INFORMATION =>
• • • •

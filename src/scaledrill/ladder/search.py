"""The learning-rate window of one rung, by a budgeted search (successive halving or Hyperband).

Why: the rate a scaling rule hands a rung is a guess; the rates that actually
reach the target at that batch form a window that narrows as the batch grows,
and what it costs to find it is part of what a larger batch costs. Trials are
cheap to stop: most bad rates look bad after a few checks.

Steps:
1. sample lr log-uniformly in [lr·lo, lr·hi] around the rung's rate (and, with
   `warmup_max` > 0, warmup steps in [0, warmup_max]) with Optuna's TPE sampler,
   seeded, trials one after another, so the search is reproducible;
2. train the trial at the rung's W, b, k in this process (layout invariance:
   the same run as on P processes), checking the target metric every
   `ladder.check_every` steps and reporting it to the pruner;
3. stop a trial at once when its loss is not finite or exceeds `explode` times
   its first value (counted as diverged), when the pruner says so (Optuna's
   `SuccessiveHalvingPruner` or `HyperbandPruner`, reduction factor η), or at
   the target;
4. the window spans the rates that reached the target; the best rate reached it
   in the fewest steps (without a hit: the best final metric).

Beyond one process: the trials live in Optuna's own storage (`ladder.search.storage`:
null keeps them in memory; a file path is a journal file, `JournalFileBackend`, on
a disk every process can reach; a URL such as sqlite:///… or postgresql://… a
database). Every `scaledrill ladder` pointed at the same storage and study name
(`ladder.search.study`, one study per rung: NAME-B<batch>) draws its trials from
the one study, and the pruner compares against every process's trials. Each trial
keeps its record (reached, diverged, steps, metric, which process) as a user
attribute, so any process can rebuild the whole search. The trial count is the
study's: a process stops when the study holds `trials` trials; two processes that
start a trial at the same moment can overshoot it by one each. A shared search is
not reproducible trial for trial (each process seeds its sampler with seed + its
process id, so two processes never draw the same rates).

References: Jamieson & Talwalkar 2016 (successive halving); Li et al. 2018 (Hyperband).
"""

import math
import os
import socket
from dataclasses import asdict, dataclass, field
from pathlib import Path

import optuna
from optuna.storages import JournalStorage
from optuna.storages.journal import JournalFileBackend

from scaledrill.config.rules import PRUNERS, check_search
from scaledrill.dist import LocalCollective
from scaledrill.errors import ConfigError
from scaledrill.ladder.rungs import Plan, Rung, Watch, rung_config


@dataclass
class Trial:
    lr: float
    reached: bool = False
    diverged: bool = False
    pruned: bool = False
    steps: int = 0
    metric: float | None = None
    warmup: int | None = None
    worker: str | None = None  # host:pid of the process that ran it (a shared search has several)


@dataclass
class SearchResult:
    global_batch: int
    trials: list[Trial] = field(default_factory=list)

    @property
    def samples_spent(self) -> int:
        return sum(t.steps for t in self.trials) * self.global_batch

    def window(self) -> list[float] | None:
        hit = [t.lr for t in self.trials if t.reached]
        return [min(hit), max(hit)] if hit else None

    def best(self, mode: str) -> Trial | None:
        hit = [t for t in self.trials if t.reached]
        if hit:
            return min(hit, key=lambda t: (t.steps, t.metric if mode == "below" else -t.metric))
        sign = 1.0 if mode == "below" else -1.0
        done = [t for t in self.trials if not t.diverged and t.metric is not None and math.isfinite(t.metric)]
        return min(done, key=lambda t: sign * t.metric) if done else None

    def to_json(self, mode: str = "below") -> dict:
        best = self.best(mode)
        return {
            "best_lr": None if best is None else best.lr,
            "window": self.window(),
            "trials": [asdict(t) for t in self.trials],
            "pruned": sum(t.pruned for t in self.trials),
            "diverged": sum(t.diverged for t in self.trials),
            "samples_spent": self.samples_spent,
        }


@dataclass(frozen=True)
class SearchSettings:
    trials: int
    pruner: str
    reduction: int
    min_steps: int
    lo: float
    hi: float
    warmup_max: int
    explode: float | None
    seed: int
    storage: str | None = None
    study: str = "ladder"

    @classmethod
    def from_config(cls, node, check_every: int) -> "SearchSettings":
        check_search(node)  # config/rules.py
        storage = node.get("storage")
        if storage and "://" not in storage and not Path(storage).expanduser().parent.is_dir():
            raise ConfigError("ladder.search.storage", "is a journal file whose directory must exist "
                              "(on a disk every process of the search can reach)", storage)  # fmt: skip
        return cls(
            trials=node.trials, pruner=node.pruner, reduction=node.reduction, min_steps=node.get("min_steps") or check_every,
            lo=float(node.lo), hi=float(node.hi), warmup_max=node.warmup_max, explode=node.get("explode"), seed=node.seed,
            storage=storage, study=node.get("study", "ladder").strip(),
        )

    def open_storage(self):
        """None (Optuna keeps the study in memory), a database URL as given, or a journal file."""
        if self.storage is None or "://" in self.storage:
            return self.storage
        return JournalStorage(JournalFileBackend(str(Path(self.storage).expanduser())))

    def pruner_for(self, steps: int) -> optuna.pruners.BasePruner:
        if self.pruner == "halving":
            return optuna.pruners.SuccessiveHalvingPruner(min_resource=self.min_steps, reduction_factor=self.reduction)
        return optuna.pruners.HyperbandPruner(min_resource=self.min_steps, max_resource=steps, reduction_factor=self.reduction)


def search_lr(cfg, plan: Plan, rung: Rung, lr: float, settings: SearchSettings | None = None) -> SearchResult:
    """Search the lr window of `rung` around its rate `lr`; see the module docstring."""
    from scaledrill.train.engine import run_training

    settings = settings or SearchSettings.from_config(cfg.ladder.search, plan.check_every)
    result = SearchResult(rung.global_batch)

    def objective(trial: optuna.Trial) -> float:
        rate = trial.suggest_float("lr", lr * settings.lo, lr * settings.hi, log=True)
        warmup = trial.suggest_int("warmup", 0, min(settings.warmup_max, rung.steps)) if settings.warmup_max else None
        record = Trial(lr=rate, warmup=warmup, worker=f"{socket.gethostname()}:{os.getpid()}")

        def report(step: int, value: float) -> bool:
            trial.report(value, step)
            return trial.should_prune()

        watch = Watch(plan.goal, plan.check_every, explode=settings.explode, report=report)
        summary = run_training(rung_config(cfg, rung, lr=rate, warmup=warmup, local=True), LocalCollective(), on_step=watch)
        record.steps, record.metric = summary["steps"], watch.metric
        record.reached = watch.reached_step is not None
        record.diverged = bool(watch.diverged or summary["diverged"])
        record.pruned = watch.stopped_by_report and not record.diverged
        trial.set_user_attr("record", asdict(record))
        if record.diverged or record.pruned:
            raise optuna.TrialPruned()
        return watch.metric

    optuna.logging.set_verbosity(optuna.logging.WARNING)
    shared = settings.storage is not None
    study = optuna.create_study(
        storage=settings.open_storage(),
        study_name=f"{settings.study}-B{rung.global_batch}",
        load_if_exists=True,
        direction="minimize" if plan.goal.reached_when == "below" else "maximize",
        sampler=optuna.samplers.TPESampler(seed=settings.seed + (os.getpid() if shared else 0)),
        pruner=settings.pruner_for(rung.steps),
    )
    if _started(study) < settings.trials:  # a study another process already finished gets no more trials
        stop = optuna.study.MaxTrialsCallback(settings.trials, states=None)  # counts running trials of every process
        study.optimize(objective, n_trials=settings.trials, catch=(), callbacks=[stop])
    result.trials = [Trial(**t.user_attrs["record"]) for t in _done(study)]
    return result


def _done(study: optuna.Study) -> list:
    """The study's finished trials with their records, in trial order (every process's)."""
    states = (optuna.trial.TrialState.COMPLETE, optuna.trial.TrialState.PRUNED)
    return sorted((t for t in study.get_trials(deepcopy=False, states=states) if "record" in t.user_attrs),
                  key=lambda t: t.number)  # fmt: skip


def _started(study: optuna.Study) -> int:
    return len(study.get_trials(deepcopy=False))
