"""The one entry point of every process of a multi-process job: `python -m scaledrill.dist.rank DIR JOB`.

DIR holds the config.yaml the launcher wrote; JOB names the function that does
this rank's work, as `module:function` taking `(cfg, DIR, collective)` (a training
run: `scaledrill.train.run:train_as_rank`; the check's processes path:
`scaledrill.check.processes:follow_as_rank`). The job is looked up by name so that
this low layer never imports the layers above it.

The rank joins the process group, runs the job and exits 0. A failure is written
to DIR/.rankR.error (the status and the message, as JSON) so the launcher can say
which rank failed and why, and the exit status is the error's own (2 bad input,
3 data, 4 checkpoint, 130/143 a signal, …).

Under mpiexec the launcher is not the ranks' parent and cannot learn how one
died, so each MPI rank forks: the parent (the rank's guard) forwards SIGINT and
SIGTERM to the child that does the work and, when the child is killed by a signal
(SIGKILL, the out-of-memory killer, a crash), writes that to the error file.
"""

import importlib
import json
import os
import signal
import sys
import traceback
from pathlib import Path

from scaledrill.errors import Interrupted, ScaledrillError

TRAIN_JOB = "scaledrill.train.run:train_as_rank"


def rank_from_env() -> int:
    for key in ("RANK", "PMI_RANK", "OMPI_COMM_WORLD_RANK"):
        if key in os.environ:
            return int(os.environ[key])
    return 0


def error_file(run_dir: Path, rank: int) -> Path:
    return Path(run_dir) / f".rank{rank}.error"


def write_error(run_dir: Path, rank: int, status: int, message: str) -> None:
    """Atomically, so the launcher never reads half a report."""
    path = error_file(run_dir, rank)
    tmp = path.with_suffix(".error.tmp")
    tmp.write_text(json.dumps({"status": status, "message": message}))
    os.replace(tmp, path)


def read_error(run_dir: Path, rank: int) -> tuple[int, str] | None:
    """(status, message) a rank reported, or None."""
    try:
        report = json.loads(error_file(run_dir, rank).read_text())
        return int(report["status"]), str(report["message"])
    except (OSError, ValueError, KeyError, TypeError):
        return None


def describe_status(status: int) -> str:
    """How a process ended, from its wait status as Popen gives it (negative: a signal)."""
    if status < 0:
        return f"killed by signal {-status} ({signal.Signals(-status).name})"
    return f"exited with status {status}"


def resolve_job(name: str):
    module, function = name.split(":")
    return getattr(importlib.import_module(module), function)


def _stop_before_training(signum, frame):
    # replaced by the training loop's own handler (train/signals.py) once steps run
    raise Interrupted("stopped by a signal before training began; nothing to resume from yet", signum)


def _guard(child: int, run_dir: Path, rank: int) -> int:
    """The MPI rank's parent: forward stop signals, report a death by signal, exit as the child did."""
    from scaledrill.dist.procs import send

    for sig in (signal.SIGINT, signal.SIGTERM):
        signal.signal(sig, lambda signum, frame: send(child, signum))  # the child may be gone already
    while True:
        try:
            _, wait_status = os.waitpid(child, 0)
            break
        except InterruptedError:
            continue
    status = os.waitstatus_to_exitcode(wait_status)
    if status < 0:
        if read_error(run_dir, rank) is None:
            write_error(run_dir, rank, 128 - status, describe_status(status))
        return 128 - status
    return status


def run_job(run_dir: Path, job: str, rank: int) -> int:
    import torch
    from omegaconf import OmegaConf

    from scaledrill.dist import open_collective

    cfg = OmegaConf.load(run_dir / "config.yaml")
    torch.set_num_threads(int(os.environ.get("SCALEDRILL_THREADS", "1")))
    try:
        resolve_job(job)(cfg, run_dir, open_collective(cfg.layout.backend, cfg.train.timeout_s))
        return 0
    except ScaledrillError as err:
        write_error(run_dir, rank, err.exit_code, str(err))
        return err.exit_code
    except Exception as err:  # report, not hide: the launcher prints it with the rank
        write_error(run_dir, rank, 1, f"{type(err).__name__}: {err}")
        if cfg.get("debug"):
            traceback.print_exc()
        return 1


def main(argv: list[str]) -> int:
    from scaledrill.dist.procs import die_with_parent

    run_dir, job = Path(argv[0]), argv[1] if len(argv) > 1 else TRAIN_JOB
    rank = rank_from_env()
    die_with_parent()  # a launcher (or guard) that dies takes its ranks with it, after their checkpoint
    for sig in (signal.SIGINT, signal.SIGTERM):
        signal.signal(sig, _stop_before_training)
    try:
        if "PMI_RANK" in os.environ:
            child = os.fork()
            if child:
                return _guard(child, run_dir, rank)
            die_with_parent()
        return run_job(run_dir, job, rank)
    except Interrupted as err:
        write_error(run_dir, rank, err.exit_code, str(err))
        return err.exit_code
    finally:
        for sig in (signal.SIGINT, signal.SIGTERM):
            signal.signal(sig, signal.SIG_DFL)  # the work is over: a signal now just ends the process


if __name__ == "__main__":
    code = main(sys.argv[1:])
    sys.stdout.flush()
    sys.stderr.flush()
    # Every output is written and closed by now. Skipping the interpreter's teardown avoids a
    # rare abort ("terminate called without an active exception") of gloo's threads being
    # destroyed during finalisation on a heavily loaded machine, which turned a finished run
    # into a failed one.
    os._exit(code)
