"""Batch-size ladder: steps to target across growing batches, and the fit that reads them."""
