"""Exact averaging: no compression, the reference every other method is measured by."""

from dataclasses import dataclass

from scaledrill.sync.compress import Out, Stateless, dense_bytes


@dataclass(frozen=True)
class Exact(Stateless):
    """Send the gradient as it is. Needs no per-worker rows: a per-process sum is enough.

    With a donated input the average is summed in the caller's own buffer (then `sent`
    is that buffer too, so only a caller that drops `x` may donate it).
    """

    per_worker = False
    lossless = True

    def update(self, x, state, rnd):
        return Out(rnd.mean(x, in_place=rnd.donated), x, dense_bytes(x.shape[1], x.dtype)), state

• • • •

YOUR OBJECTIVE =>
Give back exactly the lines from the one that contains "With a donated" to the end of the material, both ends kept, and no other line.

WRITTEN ANSWER =>
    With a donated input the average is summed in the caller's own buffer (then `sent`
    is that buffer too, so only a caller that drops `x` may donate it).
    """

    per_worker = False
    lossless = True

    def update(self, x, state, rnd):
        return Out(rnd.mean(x, in_place=rnd.donated), x, dense_bytes(x.shape[1], x.dtype)), state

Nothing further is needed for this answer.